Neural Networks from Scratch - P.9 Introducing Optimization and derivatives
Based on sentdex's video on YouTube. If you like this content, support the original creators by watching, liking and subscribing to their content.
Randomly sampling weights and biases can slightly reduce loss on an easy dataset but yields minimal accuracy gains and poor performance on more complex data like the spiral.
Briefing
Optimization is the missing ingredient between “we can change weights and biases” and “the model actually improves.” Early attempts that randomly search weight and bias combinations can nudge loss downward, but progress is slow and accuracy barely moves—especially once the task becomes more than a toy problem. Even when tweaks are made from the current best parameters (a “keep the change if loss drops” strategy), the method still struggles on the spiral dataset: loss stays above 1.0 and accuracy hovers around 40%. The core problem is that random search faces an enormous (effectively infinite) search space, treats every parameter as equally influential, and often gets stuck in local minima.
To navigate that landscape intelligently, the training process needs a way to measure how each parameter affects the loss. That leads to calculus—specifically derivatives—as the tool for estimating the “impact” of a variable on a function. The discussion starts with a simple function, f(x)=2x, where the impact is constant and equals the slope (2). Then it moves to a non-linear example, f(x)=2x², where the impact changes depending on where you are on the curve. For non-linear functions, the relevant quantity becomes the slope of the tangent line at a point—an “instantaneous slope.” Because true infinitely close points aren’t practical, the approach uses numerical differentiation: approximate the derivative by taking two points extremely close together (using a tiny delta like 0.0001) and computing the slope between them. The tutorial walks through how to visualize the curve, compute the approximate derivative, and draw the corresponding tangent line using the line form y = mx + b, where b can be found via algebra (b = y − mx).
The practical payoff is clear: if derivatives tell how loss changes when a parameter changes, optimization can update weights and biases in the direction that reduces loss rather than guessing. But numerical differentiation is computationally expensive for neural networks. With millions of parameters, estimating derivatives by brute-force perturbation would require many forward passes: for each weight (and each bias), add a small delta, run a forward pass to compute loss, revert, and repeat—also doing this per training sample. That’s still better than pure random search, but it scales poorly.

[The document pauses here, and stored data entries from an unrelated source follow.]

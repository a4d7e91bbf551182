// Modulus search; see modulus_finder.hpp. Candidate windows are stress bands of
// a fixed share of the top stress, stepped by a quarter of their width.
#include "modulus_finder.hpp"

#include <algorithm>
#include <cmath>
#include <vector>

#include "least_squares.hpp"

namespace tensile {

namespace {

constexpr std::size_t min_points = 8;

// Standard error of a slope: residual SD over √Σ(x − mean x)²; the fit has
// that sum already (x is the stress here).
double slope_se(const LineFit& f) { return f.x_spread > 0 ? f.residual_sd / std::sqrt(f.x_spread) : INFINITY; }

struct Candidate {
    double low, high;
    std::size_t first, last;
    LineFit line;       // strain on stress
    bool straight;      // its two halves agree in slope
    [[nodiscard]] double E() const { return 1.0 / line.slope; }
    // The low end of E's two-standard-error interval: steepness that noise
    // alone is unlikely to have made.
    [[nodiscard]] double E_low() const { return 1.0 / (line.slope + 2.0 * slope_se(line)); }
};

std::size_t first_at_or_above(std::span<const double> running_max, double value) {
    return static_cast<std::size_t>(std::lower_bound(running_max.begin(), running_max.end(), value) -
                                    running_max.begin());
}

std::optional<LineFit> fit_range(std::span<const double> strain, std::span<const double> stress, std::size_t first,
                                 std::size_t last) {
    return fit_line(stress.subspan(first, last - first), strain.subspan(first, last - first));
}

std::optional<Candidate> fit_band(std::span<const double> strain, std::span<const double> stress,
                                  std::span<const double> running_max, double low, double high, double tolerance) {
    const std::size_t first = first_at_or_above(running_max, low);
    const std::size_t last = first_at_or_above(running_max, high);
    if (last <= first || last - first < min_points) return std::nullopt;
    // The band and, when both have enough points, its halves, fitted together.
    const std::size_t mid = first_at_or_above(running_max, 0.5 * (low + high));
    const bool halves = mid - first >= min_points / 2 && last - mid >= min_points / 2;
    SplitFit fits;
    if (halves)
        fits = fit_line_split(stress.subspan(first, last - first), strain.subspan(first, last - first), mid - first);
    else
        fits.whole = fit_range(strain, stress, first, last);
    const auto& line = fits.whole;
    if (!line || !(line->slope > 0)) return std::nullopt;
    Candidate c{low, high, first, last, *line, false};

    // Straightness: the halves' slopes differ by less than the tolerance, or by
    // less than three standard errors when noise is what separates them.
    if (halves) {
        const auto& a = fits.first;
        const auto& b = fits.second;
        if (a && b && a->slope > 0 && b->slope > 0) {
            const double se_a = slope_se(*a);
            const double se_b = slope_se(*b);
            const double diff = std::abs(a->slope - b->slope);
            c.straight = diff <= tolerance * line->slope || diff <= 3.0 * std::hypot(se_a, se_b);
        }
    }
    return c;
}

ModulusFit to_fit(const Candidate& c) {
    ModulusFit f;
    f.E_MPa = c.E();
    f.toe = c.line.intercept;
    f.r2 = c.line.r2;
    f.cv_pct = c.line.slope_cv_pct();
    f.residual_sd = c.line.residual_sd * f.E_MPa;
    f.low_MPa = c.low;
    f.high_MPa = c.high;
    f.first = c.first;
    f.last = c.last;
    return f;
}

}  // namespace

std::optional<ModulusFit> find_modulus(std::span<const double> strain, std::span<const double> stress,
                                       std::span<const double> running_max, const Profile& profile) {
    if (running_max.empty()) return std::nullopt;
    const double tolerance = profile.modulus_slope_tolerance;
    if (profile.modulus_window) {
        auto c = fit_band(strain, stress, running_max, profile.modulus_window->low_MPa,
                          profile.modulus_window->high_MPa, tolerance);
        if (!c) return std::nullopt;
        return to_fit(*c);
    }

    const double top = running_max.back();
    const double base = std::max(0.0, running_max.front());
    const double width = profile.modulus_window_share * top;
    if (!(top > base + width)) return std::nullopt;
    const double step = width / 4.0;

    std::vector<Candidate> bands;
    for (double low = base; low + width <= top; low += step)
        if (auto c = fit_band(strain, stress, running_max, low, low + width, tolerance)) bands.push_back(*c);
    if (bands.empty()) return std::nullopt;

    // The steepest straight band that also fits as well as the profile asks;
    // failing that, the steepest straight one; failing that, the best-fitting
    // one. Another band takes its place only when even the low end of its
    // confidence interval is twice as steep. A plastic stretch with linear
    // hardening (a tangent modulus of a few % of E, common practice) is
    // straight and fits well over its long strain span, yet is no modulus;
    // on a curve that bends from the first MPa (annealed copper) no band is
    // straight and the best-fitting one lies high in the plastic part. A
    // noisy band at the foot, steeper by chance, is seldom twice as steep at
    // the low end of its interval.
    auto pick = [&](auto&& accept, auto&& score) {
        std::size_t best = bands.size();
        for (std::size_t i = 0; i < bands.size(); ++i)
            if (accept(bands[i]) && (best == bands.size() || score(bands[i]) > score(bands[best]))) best = i;
        return best;
    };
    const std::size_t none = bands.size();
    auto E = [](const Candidate& c) { return c.E(); };
    auto E_low = [](const Candidate& c) { return c.E_low(); };
    auto r2 = [](const Candidate& c) { return c.line.r2; };
    auto straight = [](const Candidate& c) { return c.straight; };
    auto any = [](const Candidate&) { return true; };
    std::size_t best = pick([&](const Candidate& c) { return c.straight && c.line.r2 >= profile.modulus_min_r2; }, E);
    if (best == none) best = pick(straight, E);
    if (best == none) best = pick(any, r2);
    std::size_t steep = pick(straight, E_low);
    if (steep == none) steep = pick(any, E_low);
    if (bands[steep].E_low() > 2.0 * bands[best].E()) best = steep;

    // Widen to contiguous straight neighbours of nearly the same slope, which
    // averages the noise that made one band the steepest.
    const double keep = (1.0 - tolerance) * bands[best].E();
    std::size_t lo = best, hi = best;
    while (lo > 0 && bands[lo - 1].straight && bands[lo - 1].E() >= keep) --lo;
    while (hi + 1 < bands.size() && bands[hi + 1].straight && bands[hi + 1].E() >= keep) ++hi;
    if (lo == hi) return to_fit(bands[best]);
    auto merged = fit_band(strain, stress, running_max, bands[lo].low, bands[hi].high, tolerance);
    if (!merged) return to_fit(bands[best]);
    return to_fit(*merged);
}

}  // namespace tensile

The next step is to replace numerical differentiation with partial derivatives, which can compute the sensitivity of the loss to each parameter more efficiently for multivariable functions. The transcript frames this as the bridge from “calculus concepts” to “an implementable optimization method,” setting up the analytical derivative work to come in the following tutorial.
Cornell Notes
The transcript explains why naive optimization fails and how calculus provides a path forward. Randomly sampling weights and biases can slightly reduce loss on an easy dataset, but it barely improves accuracy and performs poorly on the spiral dataset (loss > 1.0, accuracy ~40%). A “tweak-and-keep” strategy improves the easy case but still suffers from the huge search space, equal treatment of parameters, and getting trapped in local minima. To optimize effectively, the method needs a way to quantify how changing a parameter changes the loss. Derivatives—starting with numerical differentiation using a small delta—estimate the slope of the loss with respect to a variable, but doing this with many weights would require too many forward passes, motivating partial derivatives next.
Why does random search over weights and biases fail to produce reliable learning?
How does the “tweak-and-keep” approach differ from full random search, and why does it still have limits?
What does a derivative measure in this optimization context?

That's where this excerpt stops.